Google Cloud Professional DevOps Engineer Advanced Practice Exam: Hard Questions 2025

You are onboarding 40 newly acquired business units into a single Google Cloud organization. Each unit must be able to create projects only from an approved set, inherit baseline security controls (logs retained, restricted public IPs, CMEK defaults), and be prevented from disabling required APIs. Some units need different network perimeters but must still share a centralized security project for logs and SIEM export. You need a design that is enforceable at scale and minimizes manual drift. What should you do?

Your organization uses a centralized Terraform pipeline to provision projects and baseline security resources. Multiple teams contribute modules. A recent change accidentally granted overly broad IAM roles in several production projects before being detected. You need a preventive control that blocks noncompliant IAM bindings at provisioning time across all projects (including those created in the future) while still allowing teams to use Terraform. What is the best approach?

A Cloud Build pipeline builds a container and deploys to Cloud Run. You introduce Binary Authorization with attestations so only images built by Cloud Build can be deployed. After enabling it, deployments intermittently fail with permission errors when Cloud Run tries to verify the attestation. Builds and attestation creation succeed. The deployment service account is separate from the build service account. What is the most likely fix?
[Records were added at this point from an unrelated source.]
def test_every_axis_label_names_its_unit(report_set):
    import re

    unit = re.compile(r"\(.+\)$")  # "name (unit)": the unit in parentheses at the end
    n = 0
    for caption, fig in report_set:
        for ax in fig.axes:
            for label in (ax.get_xlabel(), ax.get_ylabel()):
                if label:
                    assert unit.search(label), (caption, label)
                    n += 1
    assert n > 60  # every figure contributes labelled axes


# ---------------------------------------------------------------------------------------------
# plot_energy_time


def test_energy_time_marks_the_direct_sound_reflections_and_noise_floor(office):
    h, figs = office
    fig = plot_energy_time(h, FS, figs)
    ax_h, ax_e, ax_z = fig.axes
    assert ax_e.get_ylabel() == "energy (dB re peak)"
    direct = _line(ax_e, "direct sound")
    # the direct sound is drawn at the ISO 3382-1 A.3.4 onset of the analysis (exact)
    assert direct.get_xdata()[0] == pytest.approx(figs.onset_index / FS, abs=1e-12)
    # Noise floor: the added noise has power 10^(NOISE_DB/10)·max|h_clean|² (how it was made);
    # on the ETC (re its own peak, a 0.5 ms average of h²) it lies at 10 lg(P_noise/peak),
    # within 1 dB (Lundeby's estimate of a stationary mean over > 1 s of noise, as above).
    k = int(round(0.0005 * FS))
    etc_peak = float(np.max(np.convolve(h * h, np.ones(k) / k, mode="same")))
    clean_peak = float(np.max(np.abs(room_ir(OFFICE, FS, seed=1)))) ** 2
    floor = next(ln for ln in ax_e.get_lines() if ln.get_label().startswith("noise floor"))
    want = 10 * np.log10(10 ** (NOISE_DB / 10) * clean_peak / etc_peak)
    assert floor.get_ydata()[0] == pytest.approx(want, abs=1.0)
    # Reflections: at most 5, 2-80 ms after the direct sound, >= -25 dB re direct (the rule).
    refl = next(ln for ln in ax_z.get_lines() if ln.get_label().startswith("first refl"))
    t_ms = np.asarray(refl.get_xdata(), dtype=float)
    lv = np.asarray(refl.get_ydata(), dtype=float)
    d_db = next(ln for ln in ax_z.get_lines()
                if ln.get_label().startswith("direct sound")).get_ydata()[0]
    assert 1 <= t_ms.size <= 5
    assert np.all((t_ms >= 2.0) & (t_ms <= 80.0)) and np.all(lv >= d_db - 25.0)
    # The office's three reflections (measure.virtual: 2.9, 7.1, 12.4 ms after the direct
    # sound, gains 0.42, 0.25, -0.18) are all marked. Times are drawn re the onset, which
    # precedes the true arrival by (arrival - onset); a 0.5 ms average of an impulse plus the
    # diffuse tail peaks within half its window (0.25 ms) of the impulse, plus a sample.
    lead_ms = (OFFICE.direct_delay_s * FS - figs.onset_index) / FS * 1000
    for delay_s, _gain in OFFICE.reflections:
        assert np.min(np.abs(t_ms - (delay_s * 1000 + lead_ms))) <= 0.25 + 1000 / FS, delay_s
    # The strongest reflection (gain 0.42, an impulse of the same shape as the direct sound)
    # sits at 20 lg 0.42 = -7.5 dB re direct; the tail adds < 0.5 dB within its window.
    assert np.max(lv) - d_db == pytest.approx(20 * np.log10(0.42), abs=0.5)
    assert ax_z.get_xlabel() == "time after the direct sound (ms)"
    _no_new_pyplot_figures()


# ---------------------------------------------------------------------------------------------
# plot_decay_times and plot_clarity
You run a microservices platform on GKE with GitOps. A new release caused elevated 500s. You need an automated canary process that (1) gradually shifts traffic, (2) automatically rolls back based on SLO-based metrics from Cloud Monitoring, and (3) records release metadata for postmortems. Your teams want minimal bespoke scripting and prefer managed/standard tooling. What should you implement?
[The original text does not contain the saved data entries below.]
def complementary_masks(band_centers_hz: Sequence[float], freqs_hz: np.ndarray, *,
                        transition_octaves: float) -> np.ndarray:
    """Amplitude-complementary band masks: ``Σ_b W_b(f) = 1`` at every frequency.

    Used to split a spectrum into bands that add back up exactly (the virtual room's per-band
    decays, the model's per-band delay networks); not an IEC 61260-1 analysis filter.

    Between neighbouring centres ``f_b`` and ``f_{b+1}`` the masks cross with a raised cosine
    (``cos²``/``sin²``) of width ``transition_octaves`` centred on the geometric mean of the two
    centres; the lowest band extends to DC and the highest to Nyquist.

    Returns
    -------
    ndarray, shape (bands, len(freqs_hz))
    """
    fc = np.asarray(band_centers_hz, dtype=np.float64)
    n_b = fc.size
    f = np.maximum(np.asarray(freqs_hz, dtype=np.float64), 1e-6)
    lf = np.log2(f)
    # up[b](f): share of the bands above the crossover between b and b+1
    up = np.empty((max(n_b - 1, 0), f.size))
    for j in range(n_b - 1):
        edge = 0.5 * (np.log2(fc[j]) + np.log2(fc[j + 1]))
        width = min(transition_octaves, np.log2(fc[j + 1] / fc[j]))
        u = np.clip((lf - edge) / width + 0.5, 0.0, 1.0)
        up[j] = np.sin(0.5 * np.pi * u) ** 2
    # W_b = up[b−1]·(1 − up[b]): the sum telescopes to one. Transition b spans at most
    # [log2 f_b, log2 f_b+1] (width <= the spacing, centred on the midpoint), so transitions
    # never overlap and this equals the product form W_b = (1 − up[b])·Π_{k<b} up[k].
    masks = np.ones((n_b, f.size))
    if n_b > 1:
        masks[:-1] -= up
        masks[1:] *= up
    return masks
Your org uses private pools for Cloud Build with no public egress. Builds pull dependencies from Artifact Registry and also need to download a small file from a third-party HTTPS endpoint. The security team refuses to open general internet egress. Builds are failing. You must keep builds isolated while enabling this specific external dependency fetch with strong controls and auditability. What should you do?

A product team reports that their 99.9% availability SLO is frequently violated due to brief spikes in latency and error rate during deployments. They currently page on any SLO violation, causing alert fatigue. You want to redesign alerting to align with SRE best practices using error budgets while still catching fast-burning incidents quickly. What should you implement?
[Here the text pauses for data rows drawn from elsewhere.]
def plot_model_fit(measured_figures: Any, modelled_figures: Any, report: Any, *,
                   title: str = "") -> Any:
    """Draw how close a fitted compact model comes to the measurement.

    Parameters
    ----------
    measured_figures, modelled_figures : measure.parameters.RoomFigures or None
        The analysis of the measured IR and of the rendered model (as inside
        :func:`measure.model.fit.fit_model`). When both are given, a row of per-band panels
        overlays their decay curves; None leaves that row out.
    report : measure.model.fit.FitReport
        The per-band values and differences drawn (the source of every number shown).
    title : str

    Returns
    -------
    matplotlib.figure.Figure
        Axes: EDT, T30, C80 (measured against model), the differences in JNDs, then one per
        band when the figures are given.

    Raises
    ------
    ParameterError
        If ``report`` is not a FitReport, or only one of the two figures is given.
    MissingDependencyError
        If matplotlib is not installed.
    """
    from measure.model.fit import FitReport
    from measure.parameters import RoomFigures

    title = _check_title(title)
    if not isinstance(report, FitReport):
        raise ParameterError("report must be the FitReport of measure.model.fit, not "
                             f"{type(report).__name__}")
    if (measured_figures is None) != (modelled_figures is None):
        raise ParameterError("give both the measured and the modelled figures, or neither")
    curves = measured_figures is not None
    if curves:
        for what, f in (("measured_figures", measured_figures),
                        ("modelled_figures", modelled_figures)):
            if not isinstance(f, RoomFigures):
                raise ParameterError(f"{what} must be RoomFigures (from analyze_ir), not "
                                     f"{type(f).__name__}")
    labels = list(report.bands)
    jnds = {k: v["value"] for k, v in report.to_dict()["jnd"].items()}
    n = len(labels)
    x = np.arange(n, dtype=np.float64)
    n_curve_rows = 0
    ncols = 4 if n <= 8 else 6
    if curves:
        n_curve_rows = max(1, math.ceil(n / ncols))
    fig = _new_figure(12.0, 10.0)
    heights = [2.8, 2.6] + ([1.75 * n_curve_rows + 0.3 * (n_curve_rows - 1)] if curves else [])
    rows = _rows(fig, heights, [0.85] * (len(heights) - 1))
    row = _gs(fig, rows[0], 1, 3, wgap_in=0.85)
    for j, (key, name, unit, _colour) in enumerate(_MODEL_PARAMS):
        ax = fig.add_subplot(row[j])
        meas = np.array([_value(report, b, key, "measured") for b in labels])
        mod = np.array([_value(report, b, key, "modelled") for b in labels])
        ax.plot(x, meas, **_st("measured", ms=7, lw=1.2, label="measured"))
        ax.plot(x, mod, **_st("model", ms=5, mfc="none", lw=1.2, label="model"))
        _mark_missing(ax, x, meas, _c("measured"))
        _mark_missing(ax, x, mod, _c("model"))
        ax.set_xticks(x)
        ax.set_xticklabels(labels, fontsize=8)
        ax.set_xlabel("octave band (Hz)")
        ax.set_ylabel(f"{name} ({unit})")
        ax.set_title(f"{name}: measured and model", fontsize=10, loc="left")
        ax.grid(True, alpha=0.3)
        ax.legend(fontsize=7, loc="best")
    ax_d = fig.add_subplot(_gs(fig, rows[1], 1, 1)[0])
    width = 0.26
    lim = 2.0  # at least ±2 JND, as plot_comparison: the ±1 JND band never fills the axis
    any_missing = False
    for j, (key, name, unit, colour) in enumerate(_MODEL_PARAMS):
        d = np.array([_value(report, b, key, "difference_jnd") for b in labels])
        xs = x + (j - 1) * width
        ok = np.isfinite(d)
        jnd = jnds[key]
        jtxt = f"{jnd * 100:g} %" if key.endswith("_s") and key != "ts_s" else f"{jnd:g} {unit}"
        ax_d.bar(xs[ok], d[ok], width=width * 0.95, color=colour, alpha=0.85,
                 label=f"{name} (1 JND = {jtxt})")
        if ok.any():
            lim = max(lim, float(np.max(np.abs(d[ok]))) * 1.15)
        if (~ok).any():
            any_missing = True
            ax_d.plot(xs[~ok], np.zeros(int((~ok).sum())), ls="none", marker="x", ms=7,
                      mew=1.8, color=colour)
    ax_d.axhspan(-1.0, 1.0, color=_c("jnd"), alpha=0.2, lw=0, label="within ±1 JND")
    ax_d.axhline(0.0, color="k", lw=0.8)
    if any_missing:
        ax_d.plot([], [], ls="none", marker="x", color="k", label="no value on one side")
    ax_d.set_ylim(-lim, lim * 1.3)  # room for the legend
    ax_d.set_xticks(x)
    ax_d.set_xticklabels(labels)
    ax_d.set_xlim(-0.6, n - 0.4)
    ax_d.set_xlabel("octave band (Hz)")
    ax_d.set_ylabel("model − measured (JND)")
    ax_d.set_title("Difference in just-noticeable differences (ISO 3382-1 Table A.1)",
                   fontsize=10, loc="left")
    ax_d.grid(True, axis="y", alpha=0.3)
    ax_d.legend(fontsize=8, loc="upper right", ncols=5, framealpha=0.85)
    if curves:
        grid = _gs(fig, rows[2], n_curve_rows, ncols, hgap_in=0.3, wgap_in=0.12)
        model_bands = {b.label: b for b in modelled_figures.bands}
        panels: list[Any] = []
        t_end = 0.1
        for i, mb in enumerate(measured_figures.bands):
            share = panels[0] if panels else None
            ax = fig.add_subplot(grid[i // ncols, i % ncols], sharex=share, sharey=share)
            panels.append(ax)
            for bf, colour, lab, ls in ((mb, _c("measured"), "measured", PALETTE["measured"][1]),
                                        (model_bands.get(mb.label), _c("model"), "model",
                                         PALETTE["model"][1])):
                c = np.asarray(bf.decay.edc_db) if bf is not None else np.zeros(0)
                if c.size:
                    idx = _decimate(c.size)
                    ax.plot(idx / measured_figures.fs, c[idx], color=colour, lw=1.1, ls=ls,
                            label=lab)
                    t_end = max(t_end, _curve_end_s(c, measured_figures.fs))
            ax.set_title(mb.band.name if mb.band is not None else mb.label, fontsize=9,
                         loc="left", pad=2)
            ax.grid(True, alpha=0.3)
            ax.tick_params(labelsize=7)
            if i % ncols == 0:
                ax.set_ylabel("decay (dB)")
            else:
                ax.tick_params(labelleft=False)
            if i + ncols >= len(measured_figures.bands):
                ax.set_xlabel("time after onset (s)")
            else:
                ax.tick_params(labelbottom=False)
        if panels:
            panels[0].set_xlim(0.0, t_end * 1.03)
            panels[0].set_ylim(_DECAY_FLOOR_DB, 3.0)
            panels[-1].legend(fontsize=7, loc="upper right")
    if title:
        fig.suptitle(title, fontsize=13, y=1.0 - 0.12 / fig.get_figheight(), va="top")
    return fig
You operate a multi-region service behind a global external HTTP(S) Load Balancer. During a regional outage, some users still experienced elevated latency and intermittent 502s for 10 minutes even though the service has healthy capacity in other regions. Post-incident analysis shows that failover was delayed by slow health check convergence and stale backends. You need to reduce time-to-failover without significantly increasing false positives during partial brownouts. What is the best change?

Your GKE cluster emits high-cardinality metrics due to labels that include request IDs and user IDs. Cloud Monitoring costs and query performance are degrading, and SLO dashboards time out. You still need per-user debugging capability, but not as time-series metrics. What should you do?

A latency SLO for a Cloud Run service is implemented using a log-based metric derived from request logs. After a traffic surge, the SLO shows excellent performance, but users report timeouts. Investigation finds that many requests never produced application logs due to early termination at the load balancer or platform before reaching the container. You need an accurate SLI for latency and availability that captures platform-level failures. What should you do?

A critical API on GKE shows periodic p99 latency spikes. CPU utilization is moderate, but node-level metrics show frequent disk I/O bursts and container restarts correlate with readiness probe failures. The service uses a local disk cache inside each pod and writes temporary files heavily. You need to reduce tail latency and improve stability without overprovisioning CPU. What is the best approach?